Task data:

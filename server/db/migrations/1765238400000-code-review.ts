import type { MigrationInterface, QueryRunner } from 'typeorm';

/**
 * Coding. The study records what coding needs beyond the physiology: the encounter (patient class,
 * billing context, setting), the diagnostic catheterization of the same session and its parts, the
 * interventions per vessel, and whether angina is documented — `NULL` meaning "not recorded yet".
 *
 * Each signed report version gets one set of code suggestions (the engine's input and result and
 * one row per suggested line). Suggested lines are never changed: the coder's decisions (accept,
 * edit with a reason, reject with a reason) are appended as rows, the newest one per line counting,
 * and codes the coder adds are lines of their own. One review row per study carries its status
 * (to-code → in-review → coded) and the set in force; an addendum's set takes its place.
 */
export class CodeReview1765238400000 implements MigrationInterface {
  name = 'CodeReview1765238400000';

  async up(db: QueryRunner): Promise<void> {
    await db.query(`
      ALTER TABLE study
        ADD COLUMN coding_patient_class text NULL CHECK (coding_patient_class IN ('outpatient', 'inpatient')),
        ADD COLUMN coding_billing text NULL CHECK (coding_billing IN ('professional', 'facility')),
        ADD COLUMN coding_setting text NULL CHECK (coding_setting IN ('hospital', 'office')),
        ADD COLUMN diagnostic_cath text NULL CHECK (diagnostic_cath IN ('done', 'none')),
        ADD COLUMN cath_coronary_angiography boolean NOT NULL DEFAULT false,
        ADD COLUMN cath_left_heart boolean NOT NULL DEFAULT false,
        ADD COLUMN cath_left_ventriculography boolean NOT NULL DEFAULT false,
        ADD COLUMN cath_right_heart boolean NOT NULL DEFAULT false,
        ADD COLUMN cath_graft_angiography boolean NOT NULL DEFAULT false,
        ADD COLUMN coding_angina boolean NULL`);
    await db.query(`
      CREATE TABLE coronary_intervention (
        id uuid PRIMARY KEY,
        study_id uuid NOT NULL REFERENCES study (id) ON DELETE CASCADE,
        position smallint NOT NULL,
        vessel text NOT NULL,
        kind text NOT NULL CHECK (kind IN ('balloon', 'stent', 'atherectomy', 'atherectomy-stent')),
        branch boolean NOT NULL DEFAULT false,
        stent text NULL CHECK (stent IN ('drug-eluting', 'bare-metal')),
        CONSTRAINT coronary_intervention_position_key UNIQUE (study_id, position)
      )`);

    await db.query(`
      CREATE TABLE code_suggestion_set (
        id uuid PRIMARY KEY DEFAULT gen_random_uuid(),
        report_version_id uuid NOT NULL REFERENCES report_version (id) ON DELETE RESTRICT,
        study_id uuid NOT NULL REFERENCES study (id) ON DELETE RESTRICT,
        version_no integer NOT NULL,
        previous_set_id uuid NULL REFERENCES code_suggestion_set (id) ON DELETE RESTRICT,
        input jsonb NULL,
        warnings jsonb NOT NULL,
        code_sets jsonb NULL,
        caution text NOT NULL,
        failure text NULL,
        created_at timestamptz NOT NULL DEFAULT now(),
        CONSTRAINT code_suggestion_set_version_key UNIQUE (report_version_id)
      )`);
    await db.query(`CREATE INDEX code_suggestion_set_study_idx ON code_suggestion_set (study_id, version_no)`);

    await db.query(`
      CREATE TABLE code_line (
        id uuid PRIMARY KEY DEFAULT gen_random_uuid(),
        set_id uuid NOT NULL REFERENCES code_suggestion_set (id) ON DELETE RESTRICT,
        position smallint NOT NULL,
        origin text NOT NULL CHECK (origin IN ('suggested', 'added')),
        system text NOT NULL CHECK (system IN ('CPT', 'HCPCS', 'ICD-10-CM', 'ICD-10-PCS')),
        code text NOT NULL,
        units integer NOT NULL CHECK (units >= 1),
        modifiers text[] NOT NULL DEFAULT '{}',
        rule_id text NULL,
        rationale text NULL,
        description text NULL,
        add_on boolean NOT NULL DEFAULT false,
        code_set text NULL,
        source text NULL,
        added_by uuid NULL REFERENCES app_user (id) ON DELETE RESTRICT,
        created_at timestamptz NOT NULL DEFAULT now(),
        CONSTRAINT code_line_position_key UNIQUE (set_id, position),
        CONSTRAINT code_line_suggested_has_rule CHECK ((origin = 'suggested') = (rule_id IS NOT NULL))
      )`);

    await db.query(`
      CREATE TABLE code_decision (
        id bigint GENERATED ALWAYS AS IDENTITY PRIMARY KEY,
        line_id uuid NOT NULL REFERENCES code_line (id) ON DELETE RESTRICT,
        decision text NOT NULL CHECK (decision IN ('accept', 'edit', 'reject', 'add')),
        code text NULL,
        units integer NULL CHECK (units >= 1),
        modifiers text[] NULL,
        reason text NULL,
        decided_by uuid NOT NULL REFERENCES app_user (id) ON DELETE RESTRICT,
        decider_name text NOT NULL,
        decided_at timestamptz NOT NULL DEFAULT now(),
        CONSTRAINT code_decision_edit_complete CHECK (decision <> 'edit' OR (code IS NOT NULL AND units IS NOT NULL AND modifiers IS NOT NULL AND reason IS NOT NULL)),
        CONSTRAINT code_decision_reject_reason CHECK (decision <> 'reject' OR reason IS NOT NULL)
      )`);
    await db.query(`CREATE INDEX code_decision_line_idx ON code_decision (line_id, id)`);

    await db.query(`
      CREATE TABLE coding_review (
        study_id uuid PRIMARY KEY REFERENCES study (id) ON DELETE RESTRICT,
        status text NOT NULL CHECK (status IN ('to-code', 'in-review', 'coded')),
        current_set_id uuid NOT NULL REFERENCES code_suggestion_set (id) ON DELETE RESTRICT,
        queued_at timestamptz NOT NULL,
        completed_by uuid NULL REFERENCES app_user (id) ON DELETE RESTRICT,
        completer_name text NULL,
        completed_at timestamptz NULL,
        updated_at timestamptz NOT NULL DEFAULT now(),
        CONSTRAINT coding_review_coded_has_completion CHECK ((status = 'coded') = (completed_at IS NOT NULL))
      )`);
    await db.query(`CREATE INDEX coding_review_queue_idx ON coding_review (queued_at, study_id) WHERE status <> 'coded'`);

    // A signed study's interventions are as frozen as its other rows, where that guard exists.
    await db.query(`
      DO $$ BEGIN
        IF EXISTS (SELECT 1 FROM pg_proc WHERE proname = 'study_part_refuse_signed_change') THEN
          CREATE TRIGGER coronary_intervention_signed_guard BEFORE INSERT OR UPDATE OR DELETE ON coronary_intervention
          FOR EACH ROW EXECUTE FUNCTION study_part_refuse_signed_change();
        END IF;
      END $$`);

    // Suggestions and decisions are evidence of what was proposed and decided: append-only.
    await db.query(`
      CREATE FUNCTION coding_refuse_change() RETURNS trigger LANGUAGE plpgsql AS $$
      BEGIN
        RAISE EXCEPTION '% is append-only: % refused', TG_TABLE_NAME, TG_OP USING ERRCODE = 'insufficient_privilege';
      END $$`);
    for (const table of ['code_suggestion_set', 'code_line', 'code_decision']) {
      await db.query(`CREATE TRIGGER ${table}_no_update_delete BEFORE UPDATE OR DELETE ON ${table} FOR EACH ROW EXECUTE FUNCTION coding_refuse_change()`);
      await db.query(`CREATE TRIGGER ${table}_no_truncate BEFORE TRUNCATE ON ${table} FOR EACH STATEMENT EXECUTE FUNCTION coding_refuse_change()`);
    }
  }

  async down(db: QueryRunner): Promise<void> {
    await db.query(`DROP TABLE coding_review`);
    await db.query(`DROP TABLE code_decision`);
    await db.query(`DROP TABLE code_line`);
    await db.query(`DROP TABLE code_suggestion_set`);
    await db.query(`DROP FUNCTION coding_refuse_change()`);
    await db.query(`DROP TABLE coronary_intervention`);
    await db.query(`
      ALTER TABLE study
        DROP COLUMN coding_patient_class, DROP COLUMN coding_billing, DROP COLUMN coding_setting, DROP COLUMN diagnostic_cath,
        DROP COLUMN cath_coronary_angiography, DROP COLUMN cath_left_heart, DROP COLUMN cath_left_ventriculography,
        DROP COLUMN cath_right_heart, DROP COLUMN cath_graft_angiography, DROP COLUMN coding_angina`);
  }
}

Task directions: A word-for-word copy of the entries, from the first line through the line containing "Coding. The study", is the whole answer.

Task result:
filename server/db/migrations/1765238400000-code-review.ts
import type { MigrationInterface, QueryRunner } from 'typeorm';

/**
 * Coding. The study records what coding needs beyond the physiology: the encounter (patient class,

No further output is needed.